Straßburg - Die Ansichten im Europaparlament zur erneuten Zulassung des Pflanzenschutzmittelwirkstoffs Glyphosat gehen nicht nur zwischen den Fraktionen weit auseinander. 

Glyphosat-Zulassung
(c) proplanta
Auch innerhalb der politischen Gruppen sind die Auffassungen teilweise höchst unterschiedlich. In der gestern in Straßburg zu dieser Thematik abgehaltenen Aussprache wies unter anderem der Agrarsprecher der EVP, Herbert Dorfmann, auf die Bedeutung von Glyphosat für kohlenstoffarme Praktiken im Ackerbau hin.

Darüber hinaus betonte der Südtiroler allerdings im Einklang mit dem Kommissionsvorschlag, dass der Wirkstoff zukünftig nur noch ausschließlich als Herbizid im Pflanzenbau zum Einsatz kommen sollte. Vorerntebehandlungen, wie die Sikkation, lehne er ab. Schließlich mahnte Dorfmann, die Forschung und Entwicklung sowie die Zulassung von weniger schädlichen Alternativen zu forcieren.

EVP-Umweltsprecher Dr. Peter Liese erklärte in Richtung Zulassungsgegner, dass Verbote der falsche Weg seien. Angesichts der dramatisch gestiegenen Lebensmittelpreise könne man auf Glyphosat aktuell nicht verzichten, sagte der CDU-Politiker. Im Übrigen dränge er darauf die Empfehlungen der Europäischen Behörde für Lebensmittelsicherheit (EFSA) ernst zu nehmen.

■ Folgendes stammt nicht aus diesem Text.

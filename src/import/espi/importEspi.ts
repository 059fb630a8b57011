/**
 * `ohmbook import espi`: adds the usage points of ESPI ("Green Button") files to a portfolio folder.
 *
 * - one meter per usage point and reading type, id `<building>-<E|G|W>-<8 hex>` (see espiMeterId),
 *   appended to meters.csv unless already there;
 * - readings of 5, 15, 30 or 60 minutes → `intervals/<meter_id>-<year>.csv` (meter_id, timestamp with
 *   the building's UTC offset, value in the meter's unit, interval_minutes), merged with what is there;
 *   reading quality codes → `espi/reading-quality/<meter_id>-<year>.csv` (the input contract has no
 *   column for them); longer readings (daily, monthly) are counted and reported, not written;
 * - usage summaries stating billLastPeriod → bills.csv, their cost details → bill_lines.csv;
 * - the building is added to buildings.csv when missing (then a time zone is required).
 *
 * Two streaming passes per file (resources, then readings), so memory does not grow with the file.
 * Nothing is written unless every file maps without error; interval files are staged and renamed
 * into place, CSV files replaced through a rename. Importing the same data again adds nothing.
 */
import { existsSync } from "node:fs";
import { mkdtemp, readFile, readdir, rm } from "node:fs/promises";
import { join } from "node:path";
import { isValidZone, isoWithOffset, localPartsOf } from "../../core/time/index.ts";
import { parse as parseYaml } from "yaml";
import { InputError, UsageError } from "../../core/errors.ts";
import type { InputIssue } from "../../core/issues.ts";
import { appendRows, readCsvTable, replaceFile, type CsvTable } from "../portfolioCsv.ts";
import { StartsSeen } from "../startsSeen.ts";
import { YearFileStore } from "../yearFiles.ts";
import { INTERVAL_SECONDS, QUALITY } from "./codes.ts";
import { decimalToScaled, isIntegerText, scaledToDecimal, shiftDecimal } from "./decimal.ts";
import { type FeedPlan, type PlannedMeter, planFeed } from "./mapFeed.ts";
import { FeedSyntaxError, child, readEspiFeed } from "./readFeed.ts";

export interface EspiImportOptions {
  files: string[];
  intoDir: string;
  buildingId: string;
  /** IANA zone; required when the building is new, checked against it otherwise. */
  timezone?: string;
  /** Tariff id written on new meters. */
  tariff?: string;
  /** For a new building: its name, floor area (ft² unless area unit given) and weather station. */
  buildingName?: string;
  floorArea?: string;
  weatherStation?: string;
  /** Readings buffered before a merge into the interval files (tests use small values). */
  flushRows?: number;
}

export interface EspiMeterReport {
  meterId: string;
  commodity: string;
  unit: string;
  isNew: boolean;
  /** Readings of 5–60 minutes in the file and their sum (exact decimal, meter unit). */
  intervalReadings: number;
  intervalTotal: string;
  /** Of those, rows added to the interval files and rows already there. */
  added: number;
  alreadyPresent: number;
  /** Readings longer than an hour (not interval data in ohmbook), counted and summed. */
  longReadings: number;
  longTotal: string;
  /** Readings left out with a warning: no duration, or a second reading of the same start. */
  skippedReadings: number;
  skippedTotal: string;
  qualityFlagged: number;
}

export interface EspiFileReport {
  file: string;
  entries: number;
  meters: EspiMeterReport[];
  bills: { billId: string; meterId: string; periodStart: string; periodEnd: string; usage: string; total: string; added: boolean }[];
}

export interface EspiImportResult {
  files: EspiFileReport[];
  buildingCreated: boolean;
  metersAdded: number;
  billsAdded: number;
  billLinesAdded: number;
  intervalRowsAdded: number;
  /** Files written or replaced, relative to the portfolio folder. */
  written: string[];
  warnings: InputIssue[];
}

const PLACES = 24;
const INTERVAL_HEADER = "meter_id,timestamp,value,interval_minutes";
const QUALITY_HEADER = "meter_id,timestamp,quality,meaning";
const MAX_ERRORS = 200;
const MAX_SKIP_WARNINGS = 20;

const DEFAULT_HEADERS = {
  buildings: ["building_id", "name", "floor_area", "area_unit", "timezone", "weather_station", "use_type", "tenant_page"],
  meters: ["meter_id", "building_id", "commodity", "unit", "tariff", "multiplier", "account"],
  bills: ["meter_id", "bill_id", "period_start", "period_end", "usage", "read_type", "demand", "power_factor", "total", "statement_date"],
  billLines: ["bill_id", "label", "amount"],
} as const;
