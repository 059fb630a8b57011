/**
 * Reconciliation of one bill period against a meter's interval data: metered usage, peak
 * demand and how complete the data is. Pure: the caller passes the series and the zone.
 */
import type { Bill, IntervalSeries, Meter, Portfolio } from "../domain/types.ts";
import type { MeteredPeriod } from "./types.ts";
import { withFlaggedAsMissing } from "../clean/index.ts";
import { localMidnightMs } from "../core/time/index.ts";
import { lowerBound } from "../core/sorted.ts";
import { expectedProblem } from "../core/errors.ts";

export { localMidnightMs };

/**
 * Metered usage, peak demand and coverage of the half-open local period
 * [periodStart 00:00, periodEnd 00:00) in `timezone`.
 *
 * - An interval belongs to the period when its START instant lies in the period.
 * - expectedIntervals = (end instant − start instant) / interval length: the zone rules decide
 *   how long each local day is (a spring-forward day in America/New_York holds 92 fifteen-minute
 *   intervals, a fall-back day 100; 15 U.S.C. 260a).
 * - usage = Σ value × multiplier (Neumaier-compensated sum), in the meter's unit.
 * - peakKw = highest average over `windowMinutes` of contiguous intervals wholly inside the
 *   period: kW = energy × kwhPerUnit × 60 / windowMinutes (common practice: 25 kWh in 15 min
 *   → 100 kW). Null when `kwhPerUnit` is null (not electricity) or no full window exists.
 * - Non-finite values count as missing.
 *
 * @example meteredForPeriod(series, 1, "2024-03-10", "2024-03-11", "America/New_York").expectedIntervals // 92
 */
export function meteredForPeriod(
  series: IntervalSeries,
  multiplier: number,
  periodStart: string,
  periodEnd: string,
  timezone: string,
  windowMinutes = 15,
  kwhPerUnit: number | null = 1,
): MeteredPeriod {
  const startMs = localMidnightMs(periodStart, timezone);
  const endMs = localMidnightMs(periodEnd, timezone);
  const stepMs = series.intervalMinutes * 60_000;
  const expectedIntervals = Math.max(0, Math.round((endMs - startMs) / stepMs));
  const first = lowerBound(series.startMs, startMs);
  const last = lowerBound(series.startMs, endMs); // exclusive

  let sum = 0;
  let compensation = 0;
  let intervals = 0;
  for (let i = first; i < last; i++) {
    const v = series.values[i];
    if (!Number.isFinite(v)) continue;
    intervals++;
    const t = sum + v;
    compensation += Math.abs(sum) >= Math.abs(v) ? sum - t + v : v - t + sum;
    sum = t;
  }
  const usage = (sum + compensation) * multiplier;

  let peakKw: number | null = null;
  if (kwhPerUnit !== null) {
    const k = Math.max(1, Math.round(windowMinutes / series.intervalMinutes));
    const windowHours = (k * series.intervalMinutes) / 60;
    for (let i = first; i + k - 1 < last; i++) {
      // the window must be contiguous in time and complete
      if (series.startMs[i + k - 1] - series.startMs[i] !== (k - 1) * stepMs) continue;
      let energy = 0;
      let ok = true;
      for (let j = i; j < i + k; j++) {
        const v = series.values[j];
        if (!Number.isFinite(v)) { ok = false; break; }
        energy += v;
      }
      if (!ok) continue;
      const kw = (energy * multiplier * kwhPerUnit) / windowHours;
      if (peakKw === null || kw > peakKw) peakKw = kw;
    }
  }

  return {
    usage,
    peakKw,
    coverage: expectedIntervals === 0 ? 0 : Math.min(1, intervals / expectedIntervals),
    intervals,
    expectedIntervals,
    peakWindowMinutes: windowMinutes,
  };
}

/** kWh per unit for electricity bill units; null for other commodities (no demand). */
function kwhPerBillUnit(commodity: string, unit: string): number | null {
  if (commodity !== "electricity") return null;
  const u = unit.trim().toLowerCase();
  if (u === "mwh") return 1000;
  if (u === "kwh") return 1;
  return null;
}

/**
 * Builds `AuditInput.metered` for every bill of every meter that has interval data
 * (bills of meters without data are absent from the map; a bill whose zone or dates cannot
 * be resolved maps to null rather than throwing). `windowMinutesFor` lets the caller use each
 * meter's tariff demand window (default 15 minutes).
 *
 * With `masks` (per meter, from the data-quality stage; 1 = flagged), flagged readings count as
 * missing: usage, peak and coverage come from the unflagged readings only (the audit scales usage
 * up by coverage, so a flagged spike neither adds energy nor sets the peak), and the result
 * carries the raw view beside it (`raw`, `flaggedIntervals`) for the finding's evidence.
 * @example meteredForBills(portfolio).get("E1:2024-01-01")?.coverage
 */
export function meteredForBills(
  portfolio: Portfolio,
  windowMinutesFor: (meter: Meter) => number = () => 15,
  masks: ReadonlyMap<string, Uint8Array> = new Map(),
): Map<string, MeteredPeriod | null> {
  const out = new Map<string, MeteredPeriod | null>();
  const meters = new Map(portfolio.meters.map((m) => [m.meterId, m]));
  const zones = new Map(portfolio.buildings.map((b) => [b.buildingId, b.timezone]));
  const cleaned = new Map<string, IntervalSeries>();
  for (const bill of portfolio.bills as Bill[]) {
    const meter = meters.get(bill.meterId);
    const series = portfolio.intervals.get(bill.meterId);
    if (!meter || !series) continue;
    const zone = zones.get(meter.buildingId);
    if (!zone) continue;
    let clean = cleaned.get(bill.meterId);
    if (!clean) cleaned.set(bill.meterId, (clean = withFlaggedAsMissing(series, masks.get(bill.meterId))));
    try {
      const args = [meter.multiplier, bill.periodStart, bill.periodEnd, zone, windowMinutesFor(meter), kwhPerBillUnit(meter.commodity, meter.unit)] as const;
      const m = meteredForPeriod(clean, ...args);
      if (clean !== series) {
        const raw = meteredForPeriod(series, ...args);
        m.flaggedIntervals = raw.intervals - m.intervals;
        if (m.flaggedIntervals > 0) m.raw = { usage: raw.usage, peakKw: raw.peakKw, coverage: raw.coverage, intervals: raw.intervals };
      }
      out.set(bill.billId, m);
    } catch (error) {
      expectedProblem(error);
      out.set(bill.billId, null); // invalid zone/date: ingest reports it; the audit just cannot compare
    }
  }
  return out;
}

Die agrarpolitische Sprecherin der Progressiven Allianz der Sozialdemokraten (S&D), Clara Aguilera, stellte fest, dass Glyphosat zu den am meisten untersuchten und debattierten Wirkstoffen gehöre. Sie sei also für eine Zulassungsverlängerung, stellte die Spanierin klar. Sie empfahl allerdings, die bestehenden Datenlücken zeitnah zu schließen.

Konträr dazu äußerte sich der stellvertretende Vorsitzende der S&D-Fraktion, Mohammed Chahim. Viele Krankheiten bei Landwirten wie Parkinson seien durch den Einsatz des Wirkstoffs bedingt. „Glyphosat ist daher ein Meuchelmörder für Landwirte und Biodiversität“, so der Niederländer.

Der Vorsitzende des Umweltausschusses, der Franzose Pascal Canfin, hält die Stellungnahme der EFSA für nicht eindeutig. Eine Verlängerung um zehn Jahre sei daher inakzeptabel, sagte der Abgeordnete der liberalen Fraktion Renew Europe (RE). Seine Fraktionskollegin Elsi Katainen betonte hingegen, dass derzeit kein harmloseres Pestizid mit einer vergleichbaren Wirkung wie Glyphosat verfügbar sei. Allerdings begrüßte auch die finnische Agrarpolitikerin das vorgeschlagene Verbot der Sikkation.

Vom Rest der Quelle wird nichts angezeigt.